A little follow up on the interesting topic that was blogged by Alan. I promised to add a few comments on column selection as I have had several questions of this nature.
In general in gas analysis, you need to use columns with high retention. So only thick-film liquid phases like Rtx-1 or adsorption (PLOT) columns are to be considered. Additionally the columns need to have a high degree of inertness. For liquid phases this is generally not an issue, but for PLOT columns, this depends on the material used. Alumina is only usable for hydrocarbons and a series of halogenated compounds. Silica and Carbon also have limitations, although for sulfur gases, silica does show quite promising.
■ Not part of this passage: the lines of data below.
@cache
def desk() -> Desk:
    start = story.start_files()
    instruments = {row["instrument"]: row for row in rows(start["instruments.csv"])}
    close = {(row["date"], row["instrument"]): float(row["close"]) for row in rows(start["history.csv"])}
    rate = {(row["date"], row["pair"]): float(row["rate"]) for row in rows(start["history_fx.csv"])}
    held: dict[str, dict[str, dict[str, float]]] = {}
    nav: dict[str, dict[str, float]] = {}
    for evening in evenings():
        day = evening.date.isoformat()
        for row in rows(evening.files.get(f"prices_{day}.csv", b"")):
            close[day, row["instrument"]] = float(row["close"])
        for row in rows(evening.files[f"fx_{day}.csv"]):
            rate[day, row["pair"]] = float(row["rate"])
        for row in rows(evening.files[f"positions_{day}.csv"]):
            held.setdefault(day, {}).setdefault(row["book"], {})[row["instrument"]] = float(row["quantity"])
        navs = rows(evening.files[f"nav_{day}.csv"])
        if not any(None in row for row in navs):
            nav[day] = {row["book"]: float(row["nav"]) for row in navs}
    days, names = tuple(sorted({day for day, _ in rate})), tuple(instruments)
    euros = [[1 / rate[day, f"EUR{code}"] if code != "EUR" else 1.0 for day in days] for code in CURRENCIES]
    table = np.ones((len(names), len(days)))
    for at, name in enumerate(names):
        last = 1.0
        for place, day in enumerate(days):
            last = close.get((day, name), last)
            table[at, place] = last
    return Desk(days, names, table, np.array(euros), instruments, held, nav)


def column(name: str) -> npt.NDArray[np.str_]:
    return np.array([desk().instruments[item][name] for item in desk().names])


@cache
def rates(currency: str) -> Floats:
    """(names, days) of what a unit of each instrument's currency is worth in a currency."""
    own = [CURRENCIES.index(code) for code in column("currency")]
    made: Floats = desk().rate[own] / desk().rate[CURRENCIES.index(currency)]
    return made


def exposures(quantity: Floats, currency: str, day: str) -> Floats:
    at = desk().days.index(day)
    made: Floats = quantity * column("multiplier").astype(float) * desk().close[:, at] * rates(currency)[:, at]
    return made


def quantities(held: Mapping[str, float]) -> Floats:
    return np.array([held.get(name, 0.0) for name in desk().names])


@cache
def window(calendar: str) -> tuple[list[int], list[int]]:
    """Places of the calendar's sessions among the days, and how many of them there are up to each day."""
    places = [at for at, day in enumerate(desk().days) if sessions.is_session(calendar, date.fromisoformat(day))]
    return places, np.searchsorted(places, np.arange(len(desk().days)), side="right").tolist()


def scenario_pnl(exposure: Floats, currency: str, calendar: str, day: str, length: int = WINDOW) -> Floats:
    """Design section 6: exposure x (exp(r) - 1), local and FX log returns added; a future on its local return."""
    places, upto = window(calendar)
    end = upto[desk().days.index(day)]
    own = places[end - length - 1 : end]
    local = np.diff(np.log(desk().close[:, own]), axis=1)
    foreign = np.where((column("kind") == "future")[:, None], 0.0, np.diff(np.log(rates(currency)[:, own]), axis=1))
    made: Floats = exposure @ np.expm1(local + foreign)
    return made


def value_at_risk(pnl: Floats) -> float:
    """The 5th worst of 500 at 99 %: k = ceil((1 - c) n)."""
    assert len(pnl) == WINDOW
    return -float(np.sort(pnl)[4])


@cache
def book_evenings(book: str) -> list[tuple[str, Floats, float]]:
    """Date, exposures and the latest NAV of a book, on each of its evenings whose positions came."""
    made = []
    nav = math.nan
    for evening in evenings():
        day = evening.date.isoformat()
        nav = desk().nav.get(day, {}).get(book, nav)
        if book in desk().held[day]:
            made.append((day, exposures(quantities(desk().held[day][book]), BOOKS[book][0], day), nav))
    return made


@cache
def firm_evenings() -> list[tuple[str, Floats, float]]:
    """The same of the firm in EUR on the sessions of XDUB, each book on its last known positions."""
    made = []
    held: dict[str, Mapping[str, float]] = {}
    nav: dict[str, float] = {}
    for evening in evenings():
        day = evening.date.isoformat()
        held.update(desk().held[day])
        nav.update(desk().nav.get(day, {}))
        if sessions.is_session("XDUB", evening.date):
            at = desk().days.index(day)
            quantity = np.sum([quantities(own) for own in held.values()], axis=0)
            total = sum(nav[book] * desk().rate[CURRENCIES.index(BOOKS[book][0]), at] for book in BOOKS)
            made.append((day, exposures(quantity, "EUR", day), float(total)))
    return made


def runs(rule: str, values: Mapping[str, float]) -> list[tuple[str, str]]:
    """The dates on which a rule's standing changed, with the new standing, from the levels in the rule files."""
    near, limit = rules()[rule].near, rules()[rule].limit
    assert near is not None
    assert limit is not None
    changes: list[tuple[str, str]] = []
    for day, value in values.items():
        standing = "over" if value > limit else "near" if value >= near else "within"
        if not changes or changes[-1][1] != standing:
            changes.append((day, standing))
    return changes


def weights(book: str, name: str) -> dict[str, float]:
    at = desk().names.index(name)
    return {day: abs(float(exposure[at])) / nav for day, exposure, nav in book_evenings(book)}


def test_nav_is_what_the_book_is_worth_without_the_exposure_of_futures() -> None:
    funded = column("kind") != "future"
    unpriced = {event.date.isoformat() for event in (*events_with("no_prices"), *events_with("broken_nav"))}
    for book in BOOKS:
        for day, exposure, nav in book_evenings(book):
            if day not in unpriced:
                assert float(exposure[funded].sum()) == pytest.approx(nav, rel=1e-9), (book, day)


def test_trades_are_paid_for_so_that_nav_moves_with_the_market_alone() -> None:
    future = column("kind") == "future"
    unpriced = {event.date.isoformat() for event in (*events_with("no_prices"), *events_with("broken_nav"))}
    lost = [event.date.isoformat() for event in events_with("lost_book")]
    for book, (currency, _) in BOOKS.items():
        for (before, held, nav_before), (day, _, nav) in pairwise(book_evenings(book)):
            if unpriced & {before, day} or any(before < between < day for between in lost):
                continue
            old, new = desk().days.index(before), desk().days.index(day)
            local = desk().close[:, new] / desk().close[:, old]
            foreign = rates(currency)[:, new] / rates(currency)[:, old]
            gain = held * np.where(future, foreign * (local - 1), local * foreign - 1)
            assert nav - nav_before == pytest.approx(float(gain.sum()), abs=1e-9 * nav + 0.05), (book, day)


def test_the_pnl_that_books_state_is_that_of_what_they_held_with_the_days_trades_and_without_their_cost() -> None:
    """Held overnight, a book gains what its net asset value gains, for it trades at closes."""
    unknown = {event.date.isoformat() for event in (*events_with("broken_nav"), *events_with("no_pnl"))}
    stated: dict[str, dict[str, dict[str, str]]] = {}
    for evening in evenings():
        day = evening.date.isoformat()
        for row in rows(evening.files.get(f"pnl_{day}.csv", b"")):
            stated.setdefault(row["book"], {})[day] = row
    fees, intraday = [], []
    for book, (_, calendar) in BOOKS.items():
        due = [evening.date for evening in evenings() if sessions.is_session(calendar, evening.date)]
        days = [day.isoformat() for day in due]
        absent = [day for day in days[1:] if day not in stated[book]]
        assert absent == ["2025-10-21"] == [event.date.isoformat() for event in events_with("no_pnl")]
        assert days[0] not in stated[book]  # nothing was held before
        for before, day in pairwise(days):
            if not {before, day} & unknown:
                row, nav = stated[book][day], desk().nav[day][book]
                held = float(row["actual"]) - float(row["intraday"]) + float(row["fees"])
                assert held == pytest.approx(nav - desk().nav[before][book], abs=1e-9 * nav + 0.05), (book, day)
                fees.append(float(row["fees"]) / nav)
                intraday.append(float(row["intraday"]) / nav)
    assert min(fees) == 0
    assert 1e-5 < max(fees) < 1e-3
    assert np.abs(intraday).max() < 0.002
    assert np.mean(np.array(intraday) < 0) == pytest.approx(np.mean(np.array(intraday) > 0), abs=0.1)


def test_books_have_their_size_and_trade_little_on_most_days() -> None:
    for book, (least, most) in {
        "north-quay": (150e6, 200e6),
        "far-east": (7.5e9, 10e9),
        "western": (95e6, 130e6),
    }.items():
        made = book_evenings(book)
        assert least < min(nav for *_, nav in made) < max(nav for *_, nav in made) < most
        quantity = [list(desk().held[day][book].values()) for day, *_ in made]
        moved = [sum(a != b for a, b in zip(*pair, strict=True)) for pair in pairwise(quantity)]
        assert np.mean(np.array(moved) > 1) > 0.5
        assert np.median(moved) <= 3


def test_a_buy_takes_a_position_over_and_a_sale_cures_it() -> None:
    assert runs("position-weight", weights("north-quay", "CORVANE")) == [
        ("2025-02-03", "within"),
        ("2025-03-25", "near"),
        ("2025-03-27", "over"),
        ("2025-04-03", "within"),
    ]


def test_the_story_ends_with_a_position_over() -> None:
    assert runs("position-weight", weights("far-east", "HANEGUSA")) == [
        ("2025-02-03", "within"),
        ("2026-01-20", "near"),
        ("2026-01-28", "over"),
    ]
The most inert materials that combine retention and inertness are the porous polymers. These materials are available as packed and also as PLOT column. One of the most inert and stable porous polymer PLOT columns is the Rt-U-BOND. This column elutes H2S as a symmetrical peak (fig 1). Even SO2 peak shape at 100 ppm is very good (fig.2). Such columns are ideal candidates for analyzing compounds like arsine and phosphine.
Fig.1 H2S and COS at 1 ppm in natural gas on a Rt U-BOND. Note the symmetry of H2S
Fig.2 Peak shape of 100 ppm SO2 on a Rt U-BOND.
Special thanks to Mark Vermunt from Interscience, The Netherlands, for sharing the chromatogram
Porous polymers can also be packed in a 0.53mm MXT. For high inertness a Hayesep D can be considered. Such MXT columns are also Siltek deactivated and have a relative small column surface, resulting in minimal adsorption. Because of the diameter, one can also use such 0.53mm ID columns in normal inlets designed for split/splitless. Specific advantage of the packed column, is that they offer highest possible retention, which is beneficial for the volatile gases. They operate with low flow rate, about 1-2 ml/min.
Sometimes the analytes are so reactive that the oven temperature has to be as low as possible. Here the thick-films Rtx-1 are interesting. For instance analyzing chlorine or thionyl chlorides, can be done using 7 microns Rtx-1 on 0.53mm fused silica. Often 0.53mm columns are used because injection is done with sample loops, often using direct injection. Proper column connections are essential as peaks still elute relative fast and injection error can compromise the efficiency.